Between the line containing "cells: logs.map((list) =>" and the line containing "const share = total" lies a run of lines; give that run again exactly, with both of those lines, and nothing else from the entries below.
------------------------------
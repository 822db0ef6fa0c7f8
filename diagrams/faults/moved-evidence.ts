import { conditionKey } from '../document/condition'
import type { Reading } from '../document/reading-schema'
import { chargingRange, restingRange, weakRange, type ScaleRange } from './battery-range'
import type { CellEvidence, Evidence } from './evidence'
import type { FaultModel } from './fault-model'
import type { Hypothesis } from './hypothesis'
import { plainEvidence } from './plain-evidence'
import { absentCells, type Absent } from './moved-absent'
import { movedLikelihoods } from './moved-likelihood'
import { atEnd, halves, isMoved } from './moved-reading'
import type { CellPrediction, PredictionTable } from './prediction-table'
import { anyState, scalesThatFit, windowsOf, type Fits, type Windows } from './tolerance-rule'

const fitting: Fits = new Map([[anyState, { low: -Infinity, high: Infinity }]])
const misfitting: Fits = new Map()

/**
 * Judges every cell where the fault comes and goes. Each reading was taken with the fault or without it, at any severity
 * it may have, and while the harness was moved the meter may have shown anything between. The one rule is therefore
 * asked of a site as a whole: a reading misfits a site when neither the circuit without the fault nor any fault of
 * that site, at any severity, gives it. That two readings share a battery, or that parts stay in one state, is not
 * used: it would hold for a fault that stays.
 */
export function weighMoved(
  model: FaultModel,
  readings: readonly Reading[],
  skip: ReadonlySet<number> = new Set(),
): Evidence {
  const scope = { network: model.network }
  const tables = readings.map((reading) => model.table(reading))
  const absent = absentCells(model)
  const kept = [...readings.keys()].filter((r) => !skip.has(r))
  const likelihoods = movedLikelihoods(
    model,
    kept.map((r) => readings[r]!),
    kept.map((r) => tables[r]!),
    absent,
  )
  const asked = readings.map((reading) => questionsOf(reading, (each) => windowsOf(each, scope)))
  const bySite = new Map<string, number[]>()
  model.hypotheses.forEach(({ site }, h) => {
    const list = bySite.get(site)
    if (list) list.push(h)
    else bySite.set(site, [h])
  })
  const fitsOf = (own: readonly number[]): Fits[] =>
    readings.map((reading, r) => {
      const shows = (windows: Windows) => showsOf(model.hypotheses, own, absent, tables[r]!, reading, windows)
      return asked[r]!.every(shows) ? fitting : misfitting
    })
  const fitsBySite = new Map([...bySite].map(([site, own]) => [site, fitsOf(own)]))
  const keys = readings.map((reading) => conditionKey(model.circuit, reading.condition))
  return plainEvidence(
    readings,
    keys.map((key) => keys.indexOf(key)),
    { fits: goodFits(readings, tables, asked), logLikelihood: likelihoods.good },
    model.hypotheses.map(({ site, cells }, h) =>
      cells.map(
        (_, c): CellEvidence => ({ fits: fitsBySite.get(site)!, logLikelihood: likelihoods.cells[h]![c]! }),
      ),
    ),
  )
}

/** What must be possible for a reading: its value; moved, each of its figures from above and from below. */
function questionsOf(reading: Reading, windowsFor: (reading: Reading) => Windows): Windows[] {
  if (!isMoved(reading)) return [windowsFor(reading)]
  return [reading, atEnd(reading, 'low'), atEnd(reading, 'high')].flatMap((each) => halves(windowsFor(each)))
}

function showsOf(
  hypotheses: readonly Hypothesis[],
  own: readonly number[],
  absent: readonly Absent[],
  table: PredictionTable,
  reading: Reading,
  windows: Windows,
): boolean {
  const fits = (cell: CellPrediction, weak = false) =>
    scalesThatFit(cell, windows, rangeOf(reading, weak)).size > 0
  if (fits(table.good)) return true
  return own.some((h) => {
    const without = absent[h]!
    return (
      without === 'anything' ||
      table.cells[h]!.some((cell) => fits(cell, hypotheses[h]!.mode === 'weak')) ||
      without.cells.some(([other, c]) => fits(table.cells[other]![c]!))
    )
  })
}

function goodFits(
  readings: readonly Reading[],
  tables: readonly PredictionTable[],
  asked: readonly Windows[][],
): Fits[] {
  return readings.map((reading, r) =>
    asked[r]!.every((windows) => scalesThatFit(tables[r]!.good, windows, rangeOf(reading, false)).size > 0)
      ? fitting
      : misfitting,
  )
}

function rangeOf(reading: Reading, weak: boolean): ScaleRange {
  return weak ? weakRange : reading.condition.charging ? chargingRange : restingRange
}
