import { restCondition } from '@/diagrams/document/condition-schema'
import type { Circuit } from '@/diagrams/document/circuit-schema'
import { noAlteration, type Alteration } from '@/diagrams/solver/alteration'
import { buildNetwork } from '@/diagrams/solver/build-network'
import { Case, voltsAt } from '@/diagrams/solver/case'
import type { Network } from '@/diagrams/solver/network'
import { netlistOf } from '@/diagrams/solver/settled-netlist'
import { Study } from '@/diagrams/solver/study'
import { harnessOfSize } from '../support/harness-of-size'
import { ngspiceSweepSeconds, solveBySparseLu } from './support/against'
import { argument } from './support/arguments'
import { median, processorMs } from './support/figures'
import { report, type Row } from './support/report'

/**
 * Speed against general solvers, on harnesses of n unknowns: one reading under every fault of every branch
 * at 21 severities, and the same for ten readings at once. Here a sweep goes from an unfactored network to
 * the last figure; the others' time to read a netlist is not counted. Processor time, five rounds in turn
 * in the same process, medians.
 */
const rounds = argument('rounds', 5)
const severities = Array.from({ length: 21 }, (_, i) => 0.5 * (1e5 / 0.5) ** (i / 20))
const nothing = noAlteration.forced

for (const [unknowns, luGoal, spiceGoal] of [
  [200, 500, 150],
  [500, 1500, 500],
] as const) {
  const circuit = circuitOfUnknowns(unknowns)
  const network = buildNetwork(circuit)
  const condition = { ...restCondition, controls: { sel0: 'on', sel1: 'on' } }
  const points = tenPoints(network)
  const alterations = everyAlteration(network)
  const study = () => new Study(network, condition)
  const states = settledStates(network, condition)

  const sweep = (faults: readonly Alteration[], points: readonly number[]) => {
    let sum = 0
    const fresh = study()
    for (const fault of faults) {
      const given = new Case(fresh, fault)
      for (const ohms of severities) {
        const solved = given.solve(states, ohms, 1)
        for (const point of points) sum += voltsAt(solved, point)
      }
    }
    return sum
  }
  const netlists = alterations
    .filter((_, i) => i % Math.ceil(alterations.length / 20) === 0)
    .map((fault) => netlistOf(new Case(study(), fault), new Case(study(), fault).solve(states, 5, 1)))
  const whole = netlistOf(
    new Case(study(), noAlteration),
    new Case(study(), noAlteration).solve(states, 0, 1),
  )
  const swept = whole.elements.filter((e) => e.name.startsWith('wire:') && e.name.endsWith('/from'))
  const spicePoints = 20_000

  agree(study(), alterations, states, points)
  for (let i = 0; i < 3; i++) {
    sweep(alterations, points)
    sweep(alterations, points.slice(0, 1))
    for (const netlist of netlists.slice(0, 3)) solveBySparseLu(netlist)
  }
  const one: number[] = []
  const ten: number[] = []
  const lu: number[] = []
  const spice: number[] = []
  for (let round = 0; round < rounds; round++) {
    one.push(usOf(() => sweep(alterations, points.slice(3, 4))) / (alterations.length * severities.length))
    ten.push(usOf(() => sweep(alterations, points)) / (alterations.length * severities.length))
    lu.push((1000 * processorMs(() => netlists.forEach(solveBySparseLu))) / netlists.length)
    const resistor = swept[(round * 37) % swept.length]!
    const seconds = ngspiceSweepSeconds(
      whole,
      resistor.name,
      [0.5, 1e5],
      spicePoints,
      points.map((p) => p + 1),
    )
    spice.push((1e6 * seconds) / spicePoints)
  }
  const ratio = (list: number[], ours: number[]) => median(list.map((us, i) => us / ours[i]!))
  const rows: Row[] = [
    {
      what: 'one fault at one severity',
      goal: '',
      figure: `${median(one).toFixed(2)} µs here for one reading, ${median(ten).toFixed(2)} for ten; ${median(lu).toFixed(0)} sparse LU, ${median(spice).toFixed(0)} ngspice`,
      met: null,
      how: `${alterations.length} faults at ${severities.length} severities, ${circuit.title}`,
    },
    times('mathjs sparse LU, each fault anew', ratio(lu, one), ratio(lu, ten), luGoal, network.size),
    times(
      'ngspice sweeping a resistor by .dc',
      ratio(spice, one),
      ratio(spice, ten),
      spiceGoal,
      network.size,
    ),
  ]
  report(`Guarded update against general solvers, n = ${unknowns}`, rows)
}

/** Microseconds of one call, the mean of several. */
function usOf(work: () => void): number {
  const calls = 5
  const ms = processorMs(() => {
    for (let i = 0; i < calls; i++) work()
  })
  return (1000 * ms) / calls
}

function times(what: string, figure: number, forTen: number, goal: number, size: number): Row {
  return {
    what: `faster than ${what}`,
    goal: `≥ ${goal} times`,
    figure: `${figure.toFixed(0)} times`,
    met: figure >= goal,
    how: `n = ${size}, median of ${rounds}; ${forTen.toFixed(0)} times for ten readings at once`,
  }
}

/** The harness whose equations come nearest to so many unknowns. */
function circuitOfUnknowns(unknowns: number): Circuit {
  let best: { circuit: Circuit; off: number } | undefined
  for (let nodes = Math.round(unknowns / 6); nodes < unknowns / 2; nodes += 4) {
    const circuit = harnessOfSize(11, nodes)
    const off = Math.abs(buildNetwork(circuit).size - unknowns)
    if (!best || off < best.off) best = { circuit, off }
  }
  return best!.circuit
}

function tenPoints(network: Network): number[] {
  const all = [...network.unknownOf.values()].filter((unknown) => unknown >= 0)
  return Array.from({ length: 10 }, (_, i) => all[Math.floor((i * all.length) / 10)]!)
}

/** Every branch with a resistance in series, every wire's middle shorted to chassis. */
function everyAlteration(network: Network): Alteration[] {
  return [
    ...network.branches.map((_, i) => ({ series: [i], shunt: null, weak: false, forced: nothing })),
    ...[...network.middleOf.values()].map((middle) => ({
      series: [],
      shunt: [middle, -1] as const,
      weak: false,
      forced: nothing,
    })),
  ]
}

function settledStates(network: Network, condition: typeof restCondition) {
  const settled = new Case(new Study(network, condition), noAlteration).settle(0)
  if (!settled) throw new Error('the harness does not come to rest')
  return settled.states
}

/** A speed means nothing where the figures differ. */
function agree(
  study: Study,
  alterations: readonly Alteration[],
  states: ReturnType<typeof settledStates>,
  points: readonly number[],
) {
  let worst = 0
  for (let i = 0; i < alterations.length; i += 17) {
    const given = new Case(study, alterations[i]!)
    const solved = given.solve(states, 3, 1)
    const volts = solveBySparseLu(netlistOf(given, solved))
    for (const point of points) worst = Math.max(worst, Math.abs(voltsAt(solved, point) - volts[point + 1]!))
  }
  console.log(`sparse LU and the update differ by ${worst.toExponential(1)} V at most`)
  if (worst > 1e-3) throw new Error('the two solvers disagree')
}
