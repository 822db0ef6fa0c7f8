import type { CodeEvidence } from './code-evidence'
import type { Evidence } from './evidence'
import type { FaultModel } from './fault-model'
import type { Hypothesis } from './hypothesis'
import type { Odds } from './odds-schema'
import { modeWeight, noFaultPrior } from './priors'
import type { PriorKind } from './request'

/** Probabilities of no fault and of every cell; they sum to 1. */
export interface Posterior {
  noFault: number
  /** Same order as the model's hypotheses and their cells. */
  cells: Float64Array[]
  /** ln of the probability of the readings under all hypotheses together. */
  logEvidence: number
}

export function posteriorOf(
  model: FaultModel,
  evidence: Evidence,
  kind: PriorKind,
  codes: CodeEvidence | null = null,
  odds?: Odds,
): Posterior {
  const logPrior = logPriors(model, kind, odds)
  const logNoFault = model.hypotheses.length === 0 ? 0 : Math.log(noFaultPrior)
  const logs = model.hypotheses.map((hypothesis, h) =>
    Float64Array.from(
      hypothesis.cells,
      (_, c) => logPrior[h]![c]! + evidence.logs[h]![c]! + (codes ? codes.cells[h]![c]! : 0),
    ),
  )
  const good = logNoFault + evidence.goodLog + (codes?.good ?? 0) + shareTolerances(model, evidence, logs)
  let most = good
  for (const list of logs) for (const log of list) most = Math.max(most, log)
  let sum = Math.exp(good - most)
  for (const list of logs) for (const log of list) sum += Math.exp(log - most)
  return {
    noFault: Math.exp(good - most) / sum,
    cells: logs.map((list) => list.map((log) => Math.exp(log - most) / sum)),
    logEvidence: most + Math.log(sum),
  }
}

/** Cells whose odds are worked out with shared tolerances: so many of the likeliest, within so many nats of the best. */
const looked = 40
const within = 7

/**
 * Adds to the likeliest cells what shared tolerances make of their readings, against the good circuit with every
 * reading where it should be; the others, which hold little, stay as they are. Gives what is to be added to the good
 * circuit's own.
 */
function shareTolerances(model: FaultModel, evidence: Evidence, logs: readonly Float64Array[]): number {
  if (!evidence.shared) return 0
  const plain = evidence.shared(-1, 0, true)
  let best = -Infinity
  for (const list of logs) for (const log of list) best = Math.max(best, log)
  const likeliest: { h: number; c: number; log: number }[] = []
  logs.forEach((list, h) => {
    // A weak battery scales every reading by itself.
    if (model.hypotheses[h]!.mode === 'weak') return
    list.forEach((log, c) => {
      if (log > best - within) likeliest.push({ h, c, log })
    })
  })
  likeliest.sort((x, y) => y.log - x.log)
  for (const { h, c } of likeliest.slice(0, looked)) logs[h]![c]! += evidence.shared(h, c) - plain
  return evidence.shared(-1, 0) - plain
}

/** ln of each cell's share of the 0.9 that faults have before any reading. */
function logPriors(model: FaultModel, kind: PriorKind, odds?: Odds): Float64Array[] {
  // A mode's odds are spread over those of its severities that show.
  const shareOf = new Map<string, number>()
  const key = (h: Hypothesis) => `${h.site} ${h.mode} ${h.other} ${h.wire}`
  for (const hypothesis of model.hypotheses)
    for (const cell of hypothesis.cells)
      shareOf.set(key(hypothesis), (shareOf.get(key(hypothesis)) ?? 0) + cell.share)
  const weights = model.hypotheses.map((hypothesis) => {
    const all = shareOf.get(key(hypothesis))!
    const weight = modeWeight(model.circuit, hypothesis.site, hypothesis.mode, kind, odds) * hypothesis.part
    return Float64Array.from(hypothesis.cells, (cell) => (all > 0 ? (weight * cell.share) / all : 0))
  })
  let total = 0
  for (const list of weights) for (const weight of list) total += weight
  // Where no fault shows enough to count, no fault holds all.
  const share = total > 0 ? (1 - noFaultPrior) / total : 0
  return weights.map((list) => list.map((weight) => Math.log(share * weight)))
}

/** Probability per site, for every site of the model. */
export function siteProbabilities(model: FaultModel, posterior: Posterior): Map<string, number> {
  const found = new Map<string, number>()
  model.hypotheses.forEach((hypothesis, h) => {
    let sum = found.get(hypothesis.site) ?? 0
    for (const probability of posterior.cells[h]!) sum += probability
    found.set(hypothesis.site, sum)
  })
  return found
}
------------------------------
# Solved problem:
    cells: logs.map((list) => list.map((log) => Math.exp(log - most) / sum)),
    logEvidence: most + Math.log(sum),
  }
}

/** Cells whose odds are worked out with shared tolerances: so many of the likeliest, within so many nats of the best. */
const looked = 40
const within = 7

/**
 * Adds to the likeliest cells what shared tolerances make of their readings, against the good circuit with every
 * reading where it should be; the others, which hold little, stay as they are. Gives what is to be added to the good
 * circuit's own.
 */
function shareTolerances(model: FaultModel, evidence: Evidence, logs: readonly Float64Array[]): number {
  if (!evidence.shared) return 0
  const plain = evidence.shared(-1, 0, true)
  let best = -Infinity
  for (const list of logs) for (const log of list) best = Math.max(best, log)
  const likeliest: { h: number; c: number; log: number }[] = []
  logs.forEach((list, h) => {
    // A weak battery scales every reading by itself.
    if (model.hypotheses[h]!.mode === 'weak') return
    list.forEach((log, c) => {
      if (log > best - within) likeliest.push({ h, c, log })
    })
  })
  likeliest.sort((x, y) => y.log - x.log)
  for (const { h, c } of likeliest.slice(0, looked)) logs[h]![c]! += evidence.shared(h, c) - plain
  return evidence.shared(-1, 0) - plain
}

/** ln of each cell's share of the 0.9 that faults have before any reading. */
function logPriors(model: FaultModel, kind: PriorKind, odds?: Odds): Float64Array[] {
  // A mode's odds are spread over those of its severities that show.
  const shareOf = new Map<string, number>()
  const key = (h: Hypothesis) => `${h.site} ${h.mode} ${h.other} ${h.wire}`
  for (const hypothesis of model.hypotheses)
    for (const cell of hypothesis.cells)
      shareOf.set(key(hypothesis), (shareOf.get(key(hypothesis)) ?? 0) + cell.share)
  const weights = model.hypotheses.map((hypothesis) => {
    const all = shareOf.get(key(hypothesis))!
    const weight = modeWeight(model.circuit, hypothesis.site, hypothesis.mode, kind, odds) * hypothesis.part
    return Float64Array.from(hypothesis.cells, (cell) => (all > 0 ? (weight * cell.share) / all : 0))
  })
  let total = 0
  for (const list of weights) for (const weight of list) total += weight
  // Where no fault shows enough to count, no fault holds all.
  const share = total > 0 ? (1 - noFaultPrior) / total : 0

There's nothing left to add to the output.